As a teacher, I'm off for the summer now and I have too much time on my hands....it's difficult to stay positive.


----------



## fertileground (Sep 22, 2012)

Hi,
I have found that all the holidays are difficult. This one seems particularly hard for you because you associate it with your son's birth, so it has special meaning to you.

For me, my STBX invited his girlfriend to spend Father's day with our sons- which just ticks me off.
I am a teacher too, although my school year hasn't ended yet. Try to plan some fun things for you and your son, as well as some fun things for just you this summer. Keeping busy is one of the only things that has helped me through this.


----------



## WantingToFly (Apr 19, 2014)

I went to a support group last night. It was extremely awkward and difficult for me, but they were welcoming and supportive. I nearly had a panic attack when I thought the leader worked with my H, but I was mistaken. 

I am hoping to go again next week but I will have to see if my friend would be able to watch my son. 

Other than that, I was thrilled to get a text from my son (which he doesn't normally initiate....too busy playing and having fun) and some missed FaceTime calls while I was at the meeting. I don't know if H suggested it or if he did it on his own but it doesn't matter.....it just felt good. I am hating these days away from him.


----------



## WantingToFly (Apr 19, 2014)

Even though we started a schedule and this is H's week with our son, I am seeing him today for his bday! I had a day planned at a local park, but the weather is unusually cool for this time of year?! I'm not sure if we should brave it....I have a feeling the water will be freezing!!

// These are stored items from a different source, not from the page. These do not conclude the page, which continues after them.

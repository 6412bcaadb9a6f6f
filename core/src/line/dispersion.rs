//! Microstrip dispersion: how εeff and Z0 of a surface microstrip change with frequency as the field draws into
//! the substrate.
//!
//! - εeff(f): M. Kirschning and R. H. Jansen, "Accurate model for effective dielectric constant of microstrip with
//!   validity up to millimetre-wave frequencies", Electronics Letters 18(6), 1982, pp. 272–273 (eqs. 1–2, with
//!   the normalised frequency fn = f·h in GHz·mm). Validity: 0.1 ≤ w/h ≤ 100, 1 ≤ εr ≤ 20, h/λ0 ≤ 0.13;
//!   claimed accuracy 0.6 %.
//! - Z0(f): R. H. Jansen and M. Kirschning, "Arguments and an accurate model for the power-current formulation of
//!   microstrip characteristic impedance", Archiv für Elektronik und Übertragungstechnik (AEÜ) 37, 1983,
//!   pp. 108–112 (the R1…R17 expressions). Validity: 0.1 ≤ w/h ≤ 10, 1 ≤ εr ≤ 18, fn ≤ 15.6 GHz·mm (from memory);
//!   claimed accuracy better than 1 % (from memory).
//!
//! Both are fed, like scikit-rf does by default, the width corrected for the strip thickness (Hammerstad–Jensen
//! dielectric-side Δu) and the quasi-static Z0 and εeff of the thick strip.
//!
//! Checked against: scikit-rf `MLine(disp='kirschningjansen')` `ep_reff_f` and `z0` (`tests/python/test_loss.py`),
//! and the exact limits εeff(0) = εeff0, εeff(∞) → εr (unit tests).

use crate::base::validity::{Bound, Warning};

/// Published validity of Kirschning–Jansen 1982 (εeff) and Jansen–Kirschning 1983 (Z0).
pub const VALIDITY: [Bound; 4] = [
    Bound::new("w/h", 0.1, 100.0),
    Bound::new("εr", 1.0, 20.0),
    Bound::new("f·h (GHz·mm)", 0.0, 15.6),
    Bound::new("w/h for Z0(f)", 0.1, 10.0),
];

/// εeff(f) of Kirschning–Jansen 1982: `u = w/h`, `er` the substrate Dk, `ee0` the quasi-static εeff,
/// `fn_ghz_mm = f·h` in GHz·mm.
pub fn eps_eff(u: f64, er: f64, ee0: f64, fn_ghz_mm: f64) -> f64 {
    let fnn = fn_ghz_mm;
    let p1 = 0.27488 + (0.6315 + 0.525 / (1.0 + 0.0157 * fnn).powi(20)) * u
        - 0.065683 * (-8.7513 * u).exp();
    let p2 = 0.33622 * (1.0 - (-0.03442 * er).exp());
    let p3 = 0.0363 * (-4.6 * u).exp() * (1.0 - (-(fnn / 38.7).powf(4.97)).exp());
    let p4 = 1.0 + 2.751 * (1.0 - (-(er / 15.916).powi(8)).exp());
    let p = p1 * p2 * ((0.1844 + p3 * p4) * fnn).powf(1.5763);
    er - (er - ee0) / (1.0 + p)
}

/// Z0(f) of Jansen–Kirschning 1983: `z0` the quasi-static impedance, `ee0` and `ee_f` the quasi-static and
/// dispersed εeff.
pub fn impedance(u: f64, er: f64, ee0: f64, ee_f: f64, z0: f64, fn_ghz_mm: f64) -> f64 {
    let fnn = fn_ghz_mm;
    let r1 = (0.03891 * er.powf(1.4)).min(20.0);
    let r2 = (0.2671 * u.powi(7)).min(20.0);
    let r3 = 4.766 * (-3.228 * u.powf(0.641)).exp();
    let r4 = 0.016 + (0.0514 * er).powf(4.524);
    let r5 = (fnn / 28.843).powi(12);
    let r6 = (22.20 * u.powf(1.92)).min(20.0);
    let r7 = 1.206 - 0.3144 * (-r1).exp() * (1.0 - (-r2).exp());
    let r8 =
        1.0 + 1.275 * (1.0 - (-0.004625 * r3 * er.powf(1.674) * (fnn / 18.365).powf(2.745)).exp());
    let em1_6 = (er - 1.0).powi(6);
    let r9 = 5.086 * r4 * r5 / (0.3838 + 0.386 * r4) * (-r6).exp() / (1.0 + 1.2992 * r5) * em1_6
        / (1.0 + 10.0 * em1_6);
    let r10 = 0.00044 * er.powf(2.136) + 0.0184;
    let x11 = (fnn / 19.47).powi(6);
    let r11 = x11 / (1.0 + 0.0962 * x11);
    let r12 = 1.0 / (1.0 + 0.00245 * u * u);
    let r13 = 0.9408 * ee_f.powf(r8) - 0.9603;
    let r14 = (0.9408 - r9) * ee0.powf(r8) - 0.9603;
    let r15 = 0.707 * r10 * (fnn / 12.3).powf(1.097);
    let r16 = 1.0 + 0.0503 * er * er * r11 * (1.0 - (-(u / 15.0).powi(6)).exp());
    let r17 = r7 * (1.0 - 1.1241 * r12 / r16 * (-0.026 * fnn.powf(1.15656) - r15).exp());
    z0 * (r13 / r14).powf(r17)
}

/// Dispersed (Z0, εeff) of a surface microstrip at `f_hz`, with validity warnings.
pub fn microstrip(
    u: f64,
    h_m: f64,
    er: f64,
    z0: f64,
    ee0: f64,
    f_hz: f64,
    warnings: &mut Vec<Warning>,
) -> (f64, f64) {
    let fnn = f_hz * 1e-9 * h_m * 1e3;
    VALIDITY[0].check("Kirschning–Jansen dispersion", u, warnings);
    VALIDITY[1].check("Kirschning–Jansen dispersion", er, warnings);
    VALIDITY[2].check("Kirschning–Jansen dispersion", fnn, warnings);
    VALIDITY[3].check("Jansen–Kirschning dispersion", u, warnings);
    let ee_f = eps_eff(u, er, ee0, fnn);
    let z_f = impedance(u, er, ee0, ee_f, z0, fnn);
    (z_f, ee_f)
}

#[cfg(test)]
mod tests {
    use super::*;

    #[test]
    fn static_limit_and_high_frequency_limit() {
        // fn = 0 gives the quasi-static values exactly (P = 0; R13 = R14 at R9 = 0).
        let ee = eps_eff(1.9, 4.3, 3.3, 0.0);
        assert!((ee - 3.3).abs() < 1e-12);
        let z = impedance(1.9, 4.3, 3.3, 3.3, 50.0, 0.0);
        assert!((z - 50.0).abs() < 1e-9, "{z}");
        // Very high frequency: the field sits in the substrate, εeff → εr.
        let ee = eps_eff(1.9, 4.3, 3.3, 1e4);
        assert!((ee - 4.3).abs() < 1e-3, "{ee}");
    }

    #[test]
    fn eps_eff_rises_monotonically() {
        let mut last = 0.0;
        for i in 0..100 {
            let e = eps_eff(1.0, 9.8, 6.6, i as f64 * 0.3);
            assert!(e >= last);
            last = e;
        }
    }
}
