//! What follows from a line's parameters and its section over frequency: conductor and dielectric loss,
//! copper roughness (the surface model in `design::roughness`), microstrip dispersion, complex Z0 and propagation.

pub mod crosstalk;
pub mod dispersion;
pub mod loss;
pub mod reach;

Anyway, here's something I need some advice on. Since this is H's week with our son, I was trying to be respectful and asked what time he'd like me to return him. (Ugh, I _hate_ that custody makes kids sound like borrowed or shared property.) I know I would like the same when I have him and something special might come up. Anyway, he emailed back (we are communicating only through email right now) and he said, "would you like to spend Friday with him?" and when I said I would love to spend any day with him, he said, "how about you spend all of Friday and I can come pick him up Saturday after breakfast." (He has a party planned for him on Saturday.)

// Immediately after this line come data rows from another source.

//! Loss and frequency behaviour of any structure the models know: R, L, G, C per length, complex Z0, γ = α + jβ,
//! conductor and dielectric loss, phase and group delay, at one frequency or over a log-spaced sweep.
//!
//! The module is structure- and engine-independent: it asks the rule's [`Engine`] for impedances of modified
//! cross-sections (walls receded, every Dk scaled), so every structure an engine answers gets loss for free. On a
//! field engine the slopes are central differences of its air solves on one mesh layout (the step shrinks until
//! both sides share it), and each mode's share of electric energy in the dielectrics comes from the field
//! ([`Engine::mode_fills`]); on the closed forms both come from the formulas.
//!
//! **Conductor loss** — H. A. Wheeler, "Formulas for the skin effect", Proc. IRE 30(9), 1942, pp. 412–424,
//! the incremental-inductance rule: the skin-effect resistance per length equals the increase of the external
//! inductance when every conductor wall recedes into the metal, times Rs/µ0:
//!
//! R_ac = (Rs/µ0)·∂L/∂n = (Rs/η0)·∂Z0_air/∂n,   Rs = √(π f µ0/σ) = 1/(σδ),   δ = 1/√(π f µ0 σ),
//!
//! with L = Z0_air/c the inductance of the same structure in air (εr = 1 everywhere) and n the recession depth of
//! all walls (trace narrower and thinner by 2n, dielectric heights to the planes larger by n on each facing side,
//! gaps and spacings wider by 2n). The low-loss attenuation is then α_c = R/(2Z0) = Rs/(2 Z0 η0)·∂Z0_air/∂n — the
//! form printed in D. M. Pozar, "Microwave Engineering" (4th ed., §2.7 "The Wheeler incremental inductance rule",
//! from memory: α_c = Rs/(2Z0η)·dZ0/dl). We take ∂/∂n by a forward difference with a step of 10⁻⁵ of the
//! smallest dimension; the derivative is split into the trace's own walls and each plane's walls, so that every
//! copper layer's roughness factor multiplies its own share. The rule assumes δ small against the conductor
//! thickness and radius of curvature (we warn for 0.5δ < t < 3δ, where the slab transition below carries it); a zero-thickness strip has unbounded loss under it,
//! which we report as an error naming `thickness`.
//!
//! **DC to skin effect** — R_dc = 1/(σ·w·t) per length for the trace. The trace's internal impedance follows
//! the exact result for a conductor slab of thickness t' carrying current on its faces (1-D diffusion, any
//! EM text; e.g. Ramo, Whinnery & Van Duzer, from memory): Z_int = R_dc·x·coth x with x = (1 + j)·t'/δ, which is
//! R_dc at DC and R_dc·(1 + j)·t'/δ at high frequency. We choose t' = (slope_trace/η0)·w·t so that the high-
//! frequency limit is exactly Wheeler's trace share; t' = t for a wide microstrip (current on one face: the exact
//! one-sided slab) and t' = t/2 for a centred stripline (both faces: the exact symmetric slab). Elsewhere it is an
//! approximation (our construction). The planes' DC share is taken as zero (their return current spreads across
//! the whole plane), so their part is pure skin effect, Rs(1 + j)·slope_plane/η0. The imaginary part is the
//! internal reactance ωL_int. Against the exact symmetric slab, the common √(R_dc² + R_ac²) blend is up to 31 %
//! high near t ≈ 2–3δ, which is why we do not use it.
//!
//! **Dielectric loss** — G = ωC·tanδ_eff with tanδ_eff = p·tanδ, p the share of the mode's electric energy stored
//! in the dielectric. On the closed forms p comes from the filling factor q = (εeff − 1)/(εr − 1) as p = q·εr/εeff,
//! giving α_d = (π f/c)·εr·(εeff − 1)/(√εeff·(εr − 1))·tanδ; homogeneous lines (q = 1) reduce to
//! α_d = π f √εr tanδ/c. (Pozar, "Microwave Engineering", 4th ed., §3.8, microstrip attenuation, from memory; the
//! same expression as scikit-rf's `MLine`.) On a field engine p = d ln C/d ln λ with every Dk scaled by λ (two
//! solves on one mesh), which needs no assumption that εeff is linear in εr and sees each layer and the mask as they
//! are; Z and εeff at Dk(f) = λ·Dk then follow C ∝ λ^p (exact for a line wholly in dielectric or in air).
//! Dk(f) and Df(f) come from [`crate::design::dielectric`] (Djordjevic–Sarkar, or constant); the structure is re-evaluated
//! at each frequency with εr = Dk(f), so εeff and Z0 follow the material.
//!
//! **Dispersion** — surface microstrip only: Kirschning–Jansen 1982 εeff(f) and Jansen–Kirschning 1983 Z0(f)
//! ([`crate::line::dispersion`]). Homogeneous structures (stripline) have no quasi-TEM dispersion beyond the material's.
//!
//! **Per-length model** — L = Z0·√εeff/c + X_int/ω, C = √εeff/(Z0·c), Z = R + jωL, Y = G + jωC,
//! Zc = √(Z/Y), γ = √(ZY). Conductor and dielectric attenuation are reported by the low-loss forms R/(2Z0) and
//! G·Z0/2 (Z0 the external, lossless impedance of the model); the total is Re γ, exact for the RLGC line.
//! Group delay is dβ/dω by a central difference.
//!
//! Pairs give two modes, odd and even, each as one line (per-line R, L, G, C of that mode); the differential
//! signal travels in the odd mode.
//!
//! Claimed accuracy: Wheeler's rule is exact as δ → 0; its error here is that of the Z0_air derivative: ≈1 % for
//! Hammerstad–Jensen microstrip (measured against a field solve), and on the field engine within 0.2 % of the
//! exact derivative of Cohn's 1954 stripline (planes receding) and of scikit-fem's (`tests/python/test_loss.py`).
//!
//! Checked against: skin depth of copper (2.09 µm at 1 GHz); R_dc = ρ·len/area exactly; the parallel-plate limit
//! R → 2Rs/w of a very wide microstrip and the exact one-sided slab from DC to skin effect (unit tests);
//! Wheeler's rule on a scikit-fem Laplace solve of Z0_air (≤ 1.2 %) and on Wheeler's 1977 closed form (≤ 1.4 %);
//! scikit-rf `MLine` dielectric loss (≤ 4e-6), roughness factor and dispersion (round-off)
//! (`tests/python/test_loss.py`). scikit-rf's own conductor loss is Hammerstad–Jensen's current-distribution
//! factor, not Wheeler's rule; it is 7–60 % above ours (most for thick, narrow strips, where it ignores thickness).

use crate::base::error::{self, Error, Result};
use crate::base::units::{C0, ETA0, INCH, MU0};
use crate::base::validity::Warning;
use crate::closed_form;
use crate::closed_form::microstrip;
use crate::design::dielectric::Dispersive;
pub use crate::design::loss_options::{LossOptions, COPPER_CONDUCTIVITY};
use crate::design::project::{ImpedanceRule, Project, Structure};
use crate::engine::{Engine, ModeFill};
pub use crate::section::Surfaces;

use crate::line::dispersion;
use crate::section::{Analysis, Dims};
use crate::section::{Cover, CrossSection, Medium};
use num_complex::Complex64;
use serde::{Deserialize, Serialize};
use std::f64::consts::PI;

/// Nepers to decibels: 20·log10(e).
pub const DB_PER_NEPER: f64 = 8.685_889_638_065_035;
/// Highest frequency the loss model accepts, Hz.
pub const MAX_FREQ_HZ: f64 = 1e12;
/// Most points a sweep may have.
pub const MAX_POINTS: usize = 2001;

/// Skin depth δ = 1/√(π f µ0 σ), m.
pub fn skin_depth(f_hz: f64, conductivity: f64) -> f64 {
    1.0 / (PI * f_hz * MU0 * conductivity).sqrt()
}

/// Surface resistance Rs = 1/(σδ) = √(π f µ0/σ), Ω per square.
pub fn surface_resistance(f_hz: f64, conductivity: f64) -> f64 {
    (PI * f_hz * MU0 / conductivity).sqrt()
}

/// Everything beyond geometry that loss needs.
#[derive(Debug, Clone, Copy, PartialEq, Serialize)]
pub struct LossInputs {
    pub conductivity_s_per_m: f64,
    pub surfaces: Surfaces,
    /// The dielectric as the line sees it (combined Dk of the cross-section, energy-weighted Df).
    pub dielectric: Dispersive,
    pub dispersion: bool,
}

/// A loss figure in the three usual units.
#[derive(Debug, Clone, Copy, PartialEq, Serialize, Deserialize)]
pub struct Db {
    pub db_per_m: f64,
    pub db_per_cm: f64,
    pub db_per_in: f64,
}

impl Db {
    pub fn from_np_per_m(np: f64) -> Db {
        let db_per_m = np * DB_PER_NEPER;
        Db {
            db_per_m,
            db_per_cm: db_per_m / 100.0,
            db_per_in: db_per_m * INCH,
        }
    }
}

/// One mode (a single line, or the odd or even mode of a pair, per line) at one frequency.
#[derive(Debug, Clone, Copy, PartialEq, Serialize, Deserialize)]
pub struct ModeLoss {
    pub r_ohm_per_m: f64,
    pub l_h_per_m: f64,
    pub g_s_per_m: f64,
    pub c_f_per_m: f64,
    /// DC resistance ρ/(w·t) per length.
    pub r_dc_ohm_per_m: f64,
    /// Skin-effect resistance of smooth copper (Wheeler), before roughness.
    pub r_skin_ohm_per_m: f64,
    /// Effective roughness factor of the skin-effect resistance (share-weighted over trace and planes).
    pub roughness_factor: f64,
    /// Effective permittivity at this frequency (dispersed where modelled).
    pub eps_eff: f64,
    /// Complex characteristic impedance √((R + jωL)/(G + jωC)), Ω.
    pub z0_re_ohm: f64,
    pub z0_im_ohm: f64,
    pub alpha_np_per_m: f64,
    pub beta_rad_per_m: f64,
    pub conductor: Db,
    pub dielectric: Db,
    pub total: Db,
    pub phase_delay_s_per_m: f64,
    pub group_delay_s_per_m: f64,
}

impl ModeLoss {
    pub fn z0(&self) -> Complex64 {
        Complex64::new(self.z0_re_ohm, self.z0_im_ohm)
    }
    pub fn gamma(&self) -> Complex64 {
        Complex64::new(self.alpha_np_per_m, self.beta_rad_per_m)
    }
}

/// Loss of a line at one frequency: one mode for a single line, odd and even for a pair.
#[derive(Debug, Clone, PartialEq, Serialize, Deserialize)]
pub struct LossAt {
    pub freq_hz: f64,
    pub skin_depth_m: f64,
    /// Dk and Df of the (combined) dielectric at this frequency.
    pub dk: f64,
    pub df: f64,
    #[serde(skip_serializing_if = "Option::is_none")]
    pub line: Option<ModeLoss>,
    #[serde(skip_serializing_if = "Option::is_none")]
    pub odd: Option<ModeLoss>,
    #[serde(skip_serializing_if = "Option::is_none")]
    pub even: Option<ModeLoss>,
    #[serde(default, skip_serializing_if = "Vec::is_empty")]
    pub warnings: Vec<Warning>,
}

impl LossAt {
    /// The mode that carries the signal: the line, or the odd mode of a pair.
    pub fn signal(&self) -> Option<&ModeLoss> {
        self.line.as_ref().or(self.odd.as_ref())
    }
    /// The modes in order: [line] or [odd, even].
    pub fn modes(&self) -> Vec<&ModeLoss> {
        [&self.line, &self.odd, &self.even]
            .into_iter()
            .flatten()
            .collect()
    }
}

/// A log-spaced frequency sweep.
#[derive(Debug, Clone, Copy, PartialEq, Serialize, Deserialize)]
pub struct Sweep {
    pub from_hz: f64,
    pub to_hz: f64,
    pub points: usize,
}

impl Default for Sweep {
    /// 10 MHz to 40 GHz, 50 points.
    fn default() -> Self {
        Sweep {
            from_hz: 10e6,
            to_hz: 40e9,
            points: 50,
        }
    }
}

So....am I being too accommodating to him? I would jump at any chance right now to have my son with me but it's his week. I know for a fact he has plans on Friday and I already asked him if he needed me to pick my son up and he originally said no. (His parents could easily have watched him.) Or is he feeling bad and remorseful and giving me "freebies"? 

A small part of me wants to say, your week, your problem......of course, the most of me wants my son here at any time I can get him.


----------



## WantingToFly (Apr 19, 2014)

ARRRGGHHH! H is delusion. He truly thinks he can afford to keep the house and make payments. Ummmm, he just bought a brand new car and the payments are between $600-700 alone. Add in the mortgage and taxes and that would put him at 2/3 of his monthly salary gone. Then insurance, utilities, gas, groceries, possible (inevitable?) child support? Huh??

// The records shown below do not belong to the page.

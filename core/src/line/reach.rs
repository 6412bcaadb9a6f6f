//! Loss budget and reach: the insertion loss per length of a rule's signal at a link's Nyquist frequency, and the
//! longest run that fits a loss budget after the fixed losses (connectors, vias, packages).
//!
//! The signal is the line itself, or for a pair its differential mode: a symmetric pair carries the differential
//! signal on its odd mode, so the mixed-mode SDD21 of a matched run of length ℓ is exp(−γ_odd·ℓ) (any mixed-mode
//! S-parameter text; checked against scikit-rf's single-ended to mixed-mode conversion of our Touchstone files).
//! The run is taken as matched at both ends: reflections from an impedance step are the fab window's business, not
//! the budget's.

use crate::base::error::{self, Error, Result};
use crate::line::loss::{LineModel, MAX_FREQ_HZ};
use serde::Serialize;

/// How many bits one symbol carries.
#[derive(Debug, Clone, Copy, PartialEq, Eq, Serialize)]
#[serde(rename_all = "snake_case")]
pub enum Signalling {
    /// Two levels, one bit a symbol.
    Nrz,
    /// Four levels, two bits a symbol.
    Pam4,
}

impl Signalling {
    pub fn bits_per_symbol(self) -> f64 {
        match self {
            Signalling::Nrz => 1.0,
            Signalling::Pam4 => 2.0,
        }
    }
}

/// A serial link's line rate, for picking a Nyquist frequency.
#[derive(Debug, Clone, Copy, PartialEq, Serialize)]
pub struct LinkRate {
    pub name: &'static str,
    /// Line rate, bit/s (after coding).
    pub bit_rate: f64,
    pub signalling: Signalling,
}

impl LinkRate {
    /// The Nyquist frequency: half the symbol rate (common practice for the loss budget of a serial link).
    pub fn nyquist_hz(&self) -> f64 {
        nyquist_hz(self.bit_rate, self.signalling)
    }
}

/// Half the symbol rate of `bit_rate` bit/s sent with `signalling`.
pub fn nyquist_hz(bit_rate: f64, signalling: Signalling) -> f64 {
    0.5 * bit_rate / signalling.bits_per_symbol()
}

/// Line rates of common serial links, from their open standards as commonly quoted (common practice: check the
/// standard you design to).
pub const LINK_PRESETS: [LinkRate; 9] = [
    LinkRate {
        name: "DDR4-3200 data",
        bit_rate: 3.2e9,
        signalling: Signalling::Nrz,
    },
    LinkRate {
        name: "SATA 6 Gb/s",
        bit_rate: 6.0e9,
        signalling: Signalling::Nrz,
    },
    LinkRate {
        name: "PCIe 3.0 (8 GT/s)",
        bit_rate: 8.0e9,
        signalling: Signalling::Nrz,
    },
    LinkRate {
        name: "USB 10 Gb/s",
        bit_rate: 10.0e9,
        signalling: Signalling::Nrz,
    },
    LinkRate {
        name: "10GBASE-KR (10.3125 Gb/s)",
        bit_rate: 10.3125e9,
        signalling: Signalling::Nrz,
    },
    LinkRate {
        name: "PCIe 4.0 (16 GT/s)",
        bit_rate: 16.0e9,
        signalling: Signalling::Nrz,
    },
    LinkRate {
        name: "25G NRZ (25.78125 Gb/s)",
        bit_rate: 25.78125e9,
        signalling: Signalling::Nrz,
    },
    LinkRate {
        name: "PCIe 5.0 (32 GT/s)",
        bit_rate: 32.0e9,
        signalling: Signalling::Nrz,
    },
    LinkRate {
        name: "50G PAM4 (53.125 Gb/s)",
        bit_rate: 53.125e9,
        signalling: Signalling::Pam4,
    },
];

/// What the run is judged against.
#[derive(Debug, Clone, Copy, PartialEq, Serialize)]
pub struct ReachOptions {
    /// Frequency the budget is set at (a link's Nyquist frequency), Hz.
    pub freq_hz: f64,
    /// Insertion-loss budget of the whole channel at that frequency, dB.
    pub budget_db: f64,
    /// Losses outside the traces (connectors, vias, packages) taken from the budget first, dB.
    pub fixed_db: f64,
}

impl ReachOptions {
    /// Checks each figure against its sensible range; the error names it.
    pub fn validate(&self) -> Result<()> {
        error::in_range("frequency", self.freq_hz, 1e6, MAX_FREQ_HZ, "Hz")?;
        error::in_range("loss budget", self.budget_db, 0.01, 200.0, "dB")?;
        error::in_range("fixed losses", self.fixed_db, 0.0, 200.0, "dB")?;
        Ok(())
    }
}

/// A rule's loss at the budget's frequency and the run it allows.
#[derive(Debug, Clone, PartialEq, Serialize)]
pub struct Reach {
    /// "line" or "differential (odd mode)".
    pub signal: &'static str,
    pub options: ReachOptions,
    /// Insertion loss per metre of the signal at the frequency: total, conductor and dielectric, dB/m.
    pub loss_db_per_m: f64,
    pub conductor_db_per_m: f64,
    pub dielectric_db_per_m: f64,
    /// The longest matched run inside the budget after the fixed losses, m; `None` when the fixed losses alone
    /// spend it.
    pub reach_m: Option<f64>,
}

/// The reach of the line `model` describes.
pub fn reach(model: &LineModel, options: &ReachOptions) -> Result<Reach> {
    options.validate()?;
    let at = model.at(options.freq_hz)?;
    let (signal, m) = match (&at.line, &at.odd) {
        (Some(l), _) => ("line", l),
        (None, Some(o)) => ("differential (odd mode)", o),
        _ => {
            return Err(Error::Invalid {
                field: "structure".into(),
                reason: "the line has no signal mode".into(),
            })
        }
    };
    let loss = m.total.db_per_m;
    if !(loss.is_finite() && loss > 0.0) {
        return Err(Error::Invalid {
            field: "loss".into(),
            reason: "the line shows no loss at this frequency, so its reach is unbounded".into(),
        });
    }
    let left = options.budget_db - options.fixed_db;
    Ok(Reach {
        signal,
        options: *options,
        loss_db_per_m: loss,
        conductor_db_per_m: m.conductor.db_per_m,
        dielectric_db_per_m: m.dielectric.db_per_m,
        reach_m: (left > 0.0).then(|| left / loss),
    })
}

/// Insertion loss (dB, positive) of a matched run of `length_m` of the signal at each of `freqs`, with the fixed
/// losses added flat.
pub fn insertion_loss(
    model: &LineModel,
    length_m: f64,
    fixed_db: f64,
    freqs: &[f64],
) -> Result<Vec<(f64, f64)>> {
    error::in_range("length", length_m, 1e-6, 100.0, "m")?;
    freqs
        .iter()
        .map(|&f| {
            let at = model.at(f)?;
            let m = at.signal().ok_or_else(|| Error::Invalid {
                field: "structure".into(),
                reason: "the line has no signal mode".into(),
            })?;
            Ok((f, m.total.db_per_m * length_m + fixed_db))
        })
        .collect()
}

#[cfg(test)]
mod tests {
    use super::*;

    #[test]
    fn nyquist_is_half_the_symbol_rate() {
        // Common practice: NRZ at 16 Gb/s → 8 GHz; PAM4 carries two bits a symbol, 53.125 Gb/s → 13.28125 GHz.
        let at = |name: &str| {
            LINK_PRESETS
                .iter()
                .find(|p| p.name.starts_with(name))
                .unwrap()
                .nyquist_hz()
        };
        assert_eq!(at("PCIe 4.0"), 8e9);
        assert_eq!(at("50G PAM4"), 13.28125e9);
        assert_eq!(nyquist_hz(10e9, Signalling::Nrz), 5e9);
    }
}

I am seriously beginning to think he is reverting to a child-like state. I may be the one emotionally torn up by the separation, but he may have some actual mental illness kicking in at this point....

How do I get through to him? I've already appealed to his brother to talk some sense into him. Hasn't worked. So basically, leave him alone until he goes into debt and leaves me to support our son with no financial help? I'm trying to get the house and all of that into his name way before any of this happens, obviously. I don't want any of that to come back to haunt me.


----------



## WantingToFly (Apr 19, 2014)

I have finished getting my bills in order.....car insurance in my name, etc. My paycheck for the month was deposited into my account, so he is not accessing "my" money and vice versa.

My main issue is the house and the one credit card we had. Since he insists that he can keep the house, fine. Be my guest. But I want my name off those records. So I told him that he'll probably need to refinance. Obviously, that is not an automatic process (we refinanced just recently so I know what a pain it can be) so I emailed him to tell him he needed to start researching that so it wouldn't interfere with school starting again in August. (He knows the start of school is a very stressful time.)

I also reminded him that I have not received any confirmation that he switched utilities over to his name only. I have no idea whether he's done that or not. He has not communicated anything.

This was several days ago and he has yet to return my email. I feel like he wanted to make this big adult decision to leave his family for his freedom, but he doesn't want to act like an adult and follow through. Meanwhile, I'm on the phone with insurance companies, phone companies, whatever else.....trying to get life sorted out for my son and me. 

Besides all this, we have one credit card that we used to pay for everything and then we paid off at the end of the month. (It was one that earned cash back.) He is continuing to use it but does not exactly have the same type of funds to pay it off now. 

Is filing for divorce the ONLY way to legally get my name off of this credit card (if he refuses to close it) and the process started on the house? I refuse to have my credit ruined over his stupid decisions.


----------



## Funkykatz (Jun 17, 2014)

I am sorry you are going through this. If I was you yes I would file for a divorce and get legal help.


----------



## vn1955 (Jun 30, 2014)

It is amazing how I'm going through something similar. I too am a teacher and have too much time on my hands. Separated from my husband three months ago and I feel abandoned and lost.


----------



## WantingToFly (Apr 19, 2014)

vn1955 said:


> It is amazing how I'm going through something similar. I too am a teacher and have too much time on my hands. Separated from my husband three months ago and I feel abandoned and lost.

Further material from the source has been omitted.